### What you need to do
Wherever a line of the records contains "sample", copy that line.

-- Input for this task follows --

import crypto from "node:crypto";
import fs from "node:fs";
import { and, eq } from "drizzle-orm";
import { PDFDocument } from "pdf-lib";
import { afterAll, beforeAll, describe, expect, it } from "vitest";
import * as s from "@/db/schema";
import { getLatestReport } from "@/db/queries/reports";
import { seedDemoReport } from "@/db/seed/report";
import type { LocalObjectStore } from "@/lib/cli/local-object-store";
import { approveReport, buildDraftReport, getReportReadiness, issueProjectReport, ReportFlowError } from "@/lib/server/report-approvals";
import { verifyReportFile } from "@/lib/server/report-verify";
import { getObjectBytes, putObject } from "@/lib/server/storage";
import sharp from "sharp";
import { DRAFT_MARK } from "@/lib/report/render";
import { demoDatabase } from "../support/db";
import { useLocalObjectStore } from "../support/object-store";
import { readPdfText } from "./pdf-text";

let store: LocalObjectStore;
let demo: Awaited<ReturnType<typeof demoDatabase>>;
let issuedPdf: Uint8Array;
let issued: s.Report;

beforeAll(async () => {
  store = await useLocalObjectStore();
  demo = await demoDatabase();
  // A photo of the X1.1 traverse location in object storage, as an upload leaves it.
  const [x11] = await demo.db
    .select({ id: s.ductSections.id })
    .from(s.ductSections)
    .innerJoin(s.airSystems, eq(s.airSystems.id, s.ductSections.systemId))
    .where(and(eq(s.airSystems.projectId, demo.library.id), eq(s.ductSections.tag, "X1.1")));
  const jpeg = await sharp({ create: { width: 640, height: 480, channels: 3, background: { r: 150, g: 160, b: 170 } } }).jpeg().toBuffer();
  const key = `projects/${demo.library.id}/sections/${x11!.id}/photos/test.jpg`;
  await putObject({ key, body: jpeg, contentType: "image/jpeg" });
  await demo.db.insert(s.photos).values({ projectId: demo.library.id, sectionId: x11!.id, objectKey: key, contentType: "image/jpeg", bytes: jpeg.length, width: 640, height: 480, caption: "Ports above the corridor ceiling", takenBy: demo.tech.id });
  const outcome = await seedDemoReport();
  expect(outcome.issued).toBe(true);
  issued = (await getLatestReport({ projectId: demo.library.id }))!;
  issuedPdf = (await getObjectBytes(issued.objectKey))!;
  if (process.env.AIRTALLY_REPORT_OUT) fs.writeFileSync(`${process.env.AIRTALLY_REPORT_OUT}/issued.pdf`, issuedPdf);
}, 120_000);
afterAll(async () => {
  await store.stop();
});

describe("the demo's issued report", () => {
  it("is a PDF that pdf-lib reopens, with the demo's page count", async () => {
    const doc = await PDFDocument.load(issuedPdf);
    // Cover, certification, contents, summary, five approved traverse parts of one page each (S1.1,
    // S1.2, X1, X1.1, X1.2), outlets and terminal units, continuity, instruments, photos, cautions,
    // verification sample, approvals: counted from the demo's data.
    expect(doc.getPageCount()).toBe(16);
  });

  it("prints the running header, n of N and the verification link on every page, and no draft mark", async () => {
    const pages = await readPdfText(issuedPdf);
    pages.forEach((page, i) => {
      expect(page.text).toContain("Closeout report · Wrenfield Library — air balance");
      expect(page.text).toContain(`Page ${i + 1} of ${pages.length}`);
      expect(page.text).toContain(`/verify/${issued.code}`);
      expect(page.text).toContain(`Revision 1 · ${issued.code}`);
      expect(page.text).not.toContain(DRAFT_MARK);
    });
    const all = pages.map((p) => p.text).join(" ");
    // Approved data only; the supply system's unapproved sections are listed, never dropped.
    expect(all).toContain("Not approved — excluded");
    expect(all).toContain("Traverse EF-1 / X1.1");
    // The supply branches S1.1 and S1.2 are approved; its trunk S1 and S1.3 are not.
    expect(all).toContain("Traverse AHU-1 / S1.1");
    expect(all).not.toMatch(/Traverse AHU-1 \/ S1 /);
    expect(all).not.toContain("Traverse AHU-1 / S1.3");
    // The demo's verification sample of the approved reading-room branches (db/seed/review.ts).
    expect(all).toMatch(/Verification sample Verified by Ines Karlsson, 2026-11-24 Sample 2 of 2 items \(100 %\) Tolerance ±10 % Result Passed/);
    expect(all).toContain("AHU-1 · S1.1 1,412 1,456 3.1 % Agrees");
    expect(all).toContain("No accepted deviations.");
    expect(all).toContain("air side only");
    expect(all).toContain("Guild of Air Balancing Supervisors");
    // The photo of the traverse location, embedded with its caption.
    expect(all).toContain("EF-1 / X1.1: Ports above the corridor ceiling");
    expect(all).not.toContain("No photos of traverse locations were attached.");
    expect(all).not.toContain("The image could not be read.");
    const doc = await PDFDocument.load(issuedPdf);
    const photoPage = doc.getPages()[pages.findIndex((p) => p.text.includes("Photos of traverse locations Closeout") || p.text.startsWith("Photos of traverse locations"))]!;
    expect(photoPage.node.Resources()?.toString()).toMatch(/\/XObject/);
  });

  it("carries a signature that verifies with the public key alone, and one flipped byte fails", async () => {
    const publicKey = crypto.createPublicKey(issued.publicKeyPem);
    expect(crypto.verify(null, issuedPdf, publicKey, Buffer.from(issued.signature, "base64"))).toBe(true);
    const changed = Uint8Array.from(issuedPdf);
    changed[Math.floor(changed.length / 3)]! ^= 0x01;
    expect(crypto.verify(null, changed, publicKey, Buffer.from(issued.signature, "base64"))).toBe(false);
    expect(await verifyReportFile(issuedPdf)).toMatchObject({ valid: true, report: { revision: 1, superseded: false } });
    expect((await verifyReportFile(changed)).valid).toBe(false);
  });
});

describe("a draft", () => {
  it("marks every page as not issued and has no verification code", async () => {
    const draft = await buildDraftReport({ projectId: demo.library.id });
    if (process.env.AIRTALLY_REPORT_OUT) fs.writeFileSync(`${process.env.AIRTALLY_REPORT_OUT}/draft.pdf`, draft);
    const pages = await readPdfText(draft);
    expect(pages.length).toBeGreaterThan(16);
    pages.forEach((page, i) => {
      expect(page.text).toContain(DRAFT_MARK);
      expect(page.text).toContain(`Page ${i + 1} of ${pages.length}`);
      expect(page.text).not.toMatch(/Verification code [0-9A-Z]{4}-/);
    });
    // Data in every state, labelled.
    const all = pages.map((p) => p.text).join(" ");
    expect(all).toContain("Traverse AHU-1 / S1");
    expect(all).toContain("Submitted, awaiting review");
  });

  it("lists the engineer of record's standing accepted deviations with their reasons, and not withdrawn ones", async () => {
    const [s13] = await demo.db
      .select({ id: s.ductSections.id })
      .from(s.ductSections)
      .innerJoin(s.airSystems, eq(s.airSystems.id, s.ductSections.systemId))
      .where(and(eq(s.airSystems.projectId, demo.library.id), eq(s.ductSections.tag, "S1.3")));
    const row = { projectId: demo.library.id, subject: "section" as const, entityId: s13!.id, measure: "design", label: "S1.3 · % of design", valueUnit: "% of design", tolerance: "±10 %", acceptedBy: demo.engineer.id, acceptedByName: demo.engineer.name };
    await demo.db.insert(s.acceptedDeviations).values([
      { ...row, acceptedValue: 84.2, reason: "Children's library is under-occupied this term; rebalance at the autumn check." },
      { ...row, measure: "design-old", acceptedValue: 80, reason: "An earlier acceptance, since withdrawn.", withdrawnAt: new Date(), withdrawnByName: demo.engineer.name, withdrawReason: "Superseded." },
    ]);
    const all = (await readPdfText(await buildDraftReport({ projectId: demo.library.id }))).map((p) => p.text).join(" ");
    expect(all).toContain("S1.3 · % of design (band ±10 %) 84 %");
    expect(all).toContain("Children's library is under-occupied this term");
    expect(all).not.toContain("An earlier acceptance, since withdrawn.");
  });
});

describe("issuing", () => {
  it("refuses with the blockers in words while approvals and the supervisor's statement are missing", async () => {
    const refusal = await issueProjectReport({ projectId: demo.clinic.id, user: demo.engineer }).catch((e: unknown) => e);
    expect(refusal).toBeInstanceOf(ReportFlowError);
    const err = refusal as ReportFlowError;
    expect(err.status).toBe(409);
    expect(err.blockers!.join(" ")).toMatch(/No TAB supervisor is designated/);
    expect(err.blockers!.join(" ")).toMatch(/commissioning agent has not approved/);
    expect(err.blockers!.join(" ")).toMatch(/engineer of record has not approved/);
  });

  it("voids an approval when the data change after it", async () => {
    await approveReport({ projectId: demo.library.id, user: demo.cx, role: "commissioning_agent" });
    await approveReport({ projectId: demo.library.id, user: demo.engineer, role: "engineer" });
    const before = await getReportReadiness({ projectId: demo.library.id });
    expect(before).toMatchObject({ ready: true, revision: 2 });
    // The commissioning agent approves the supply trunk's traverse: the report's content changes.
    const [s1] = await demo.db
      .select({ t: s.traverses })
      .from(s.traverses)
      .innerJoin(s.ductSections, eq(s.ductSections.id, s.traverses.sectionId))
      .innerJoin(s.airSystems, eq(s.airSystems.id, s.ductSections.systemId))
      .where(and(eq(s.airSystems.projectId, demo.library.id), eq(s.ductSections.tag, "S1")));
    await demo.db.update(s.traverses).set({ status: "approved" }).where(eq(s.traverses.id, s1!.t.id));
    await demo.db.insert(s.reviews).values({ traverseId: s1!.t.id, reviewerId: demo.cx.id, decision: "approved", traverseVersion: s1!.t.version });
    const after = await getReportReadiness({ projectId: demo.library.id });
    expect(after.ready).toBe(false);
    expect(after.fingerprint).not.toBe(before.fingerprint);
    expect(after.approvals.every((a) => a.approval !== null && !a.current)).toBe(true);
    expect(after.blockers.join(" ")).toMatch(/no longer counts: the data changed since/);
    await expect(issueProjectReport({ projectId: demo.library.id, user: demo.engineer, reason: "Supply trunk approved." })).rejects.toMatchObject({ status: 409 });
  });

  it("asks for a reason from revision 2, then issues it, and the first revision says it is superseded", async () => {
    await approveReport({ projectId: demo.library.id, user: demo.cx, role: "commissioning_agent" });
    await approveReport({ projectId: demo.library.id, user: demo.engineer, role: "engineer" });
    await expect(issueProjectReport({ projectId: demo.library.id, user: demo.engineer })).rejects.toMatchObject({ status: 400, fields: { reason: expect.any(String) } });
    const second = await issueProjectReport({ projectId: demo.library.id, user: demo.engineer, reason: "The supply trunk's traverse was approved." });
    expect(second.revision).toBe(2);
    expect(second.signers.map((x) => x.role)).toEqual(["TAB supervisor", "Commissioning agent", "Engineer of record"]);
    expect(await verifyReportFile(issuedPdf)).toMatchObject({ valid: true, report: { revision: 1, superseded: true } });
    const text = (await readPdfText((await getObjectBytes(second.objectKey))!)).map((p) => p.text).join(" ");
    expect(text).toContain("The supply trunk's traverse was approved.");
    expect(text).toContain("Traverse AHU-1 / S1");
  });
});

-- Input for this task concluded --

### Result of this exercise
    // verification sample, approvals: counted from the demo's data.
    // The demo's verification sample of the approved reading-room branches (db/seed/review.ts).
    expect(all).toMatch(/Verification sample Verified by Ines Karlsson, 2026-11-24 Sample 2 of 2 items \(100 %\) Tolerance ±10 % Result Passed/);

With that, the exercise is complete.